### DATA EXTRACTS:
const query = typeof matchMedia === 'function' ? matchMedia('(prefers-reduced-motion: reduce)') : null;

/** Whether the system lets things move. */
export const motionAllowed = (): boolean => !query?.matches;

/** Calls `listener` when that changes; returns how to stop. */
export function onMotion(listener: () => void): () => void {
  query?.addEventListener('change', listener);
  return () => query?.removeEventListener('change', listener);
}
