import { readFile } from 'node:fs/promises';
import { type Protocol, protocol } from 'electron';
import { pageFiles } from '../page/files.ts';
import { PAGE_HEADERS } from '../page/policy.ts';

/** The page has a scheme of its own, with one host and nothing on it but its own files. */
export const SCHEME = 'channelwright';
export const HOST = 'app';
export const PAGE_ADDRESS = `${SCHEME}://${HOST}/`;

/** To be called before the program is ready. */
export function declareScheme(): void {
  protocol.registerSchemesAsPrivileged([
    { scheme: SCHEME, privileges: { standard: true, secure: true, supportFetchAPI: true, codeCache: true } },
  ]);
}

/** Whether an address is one of the page's own. */
export function isOurs(address: string): boolean {
  try {
    const { protocol: scheme, host } = new URL(address);
    return scheme === `${SCHEME}:` && host === HOST;
  } catch {
    return false;
  }
}

/** Serves the page's files, each under its exact path; anything else is not there. */
export async function serveScheme(on: Protocol, folder: string): Promise<void> {
  const files = await pageFiles(folder);
  on.handle(SCHEME, async (request) => {
    const none = new Response(null, { status: 404, headers: PAGE_HEADERS });
    if (request.method !== 'GET' || !isOurs(request.url)) return none;
    const { pathname } = new URL(request.url);
    const file = files.get(pathname);
    if (!file) return none;
    try {
      const body = new Uint8Array(await readFile(file.file));
      return new Response(body, { headers: { ...PAGE_HEADERS, 'content-type': file.type } });
    } catch {
      return none;
    }
  });
}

### TASK:
All of the entries above are to be printed again exactly.

### OUTPUT:
const query = typeof matchMedia === 'function' ? matchMedia('(prefers-reduced-motion: reduce)') : null;

/** Whether the system lets things move. */
export const motionAllowed = (): boolean => !query?.matches;

/** Calls `listener` when that changes; returns how to stop. */
export function onMotion(listener: () => void): () => void {
  query?.addEventListener('change', listener);
  return () => query?.removeEventListener('change', listener);
}
import { readFile } from 'node:fs/promises';
import { type Protocol, protocol } from 'electron';
import { pageFiles } from '../page/files.ts';
import { PAGE_HEADERS } from '../page/policy.ts';

/** The page has a scheme of its own, with one host and nothing on it but its own files. */
export const SCHEME = 'channelwright';
export const HOST = 'app';
export const PAGE_ADDRESS = `${SCHEME}://${HOST}/`;

/** To be called before the program is ready. */
export function declareScheme(): void {
  protocol.registerSchemesAsPrivileged([
    { scheme: SCHEME, privileges: { standard: true, secure: true, supportFetchAPI: true, codeCache: true } },
  ]);
}

/** Whether an address is one of the page's own. */
export function isOurs(address: string): boolean {
  try {
    const { protocol: scheme, host } = new URL(address);
    return scheme === `${SCHEME}:` && host === HOST;
  } catch {
    return false;
  }
}

/** Serves the page's files, each under its exact path; anything else is not there. */
export async function serveScheme(on: Protocol, folder: string): Promise<void> {
  const files = await pageFiles(folder);
  on.handle(SCHEME, async (request) => {
    const none = new Response(null, { status: 404, headers: PAGE_HEADERS });
    if (request.method !== 'GET' || !isOurs(request.url)) return none;
    const { pathname } = new URL(request.url);
    const file = files.get(pathname);
    if (!file) return none;
    try {
      const body = new Uint8Array(await readFile(file.file));
      return new Response(body, { headers: { ...PAGE_HEADERS, 'content-type': file.type } });
    } catch {
      return none;
    }
  });
}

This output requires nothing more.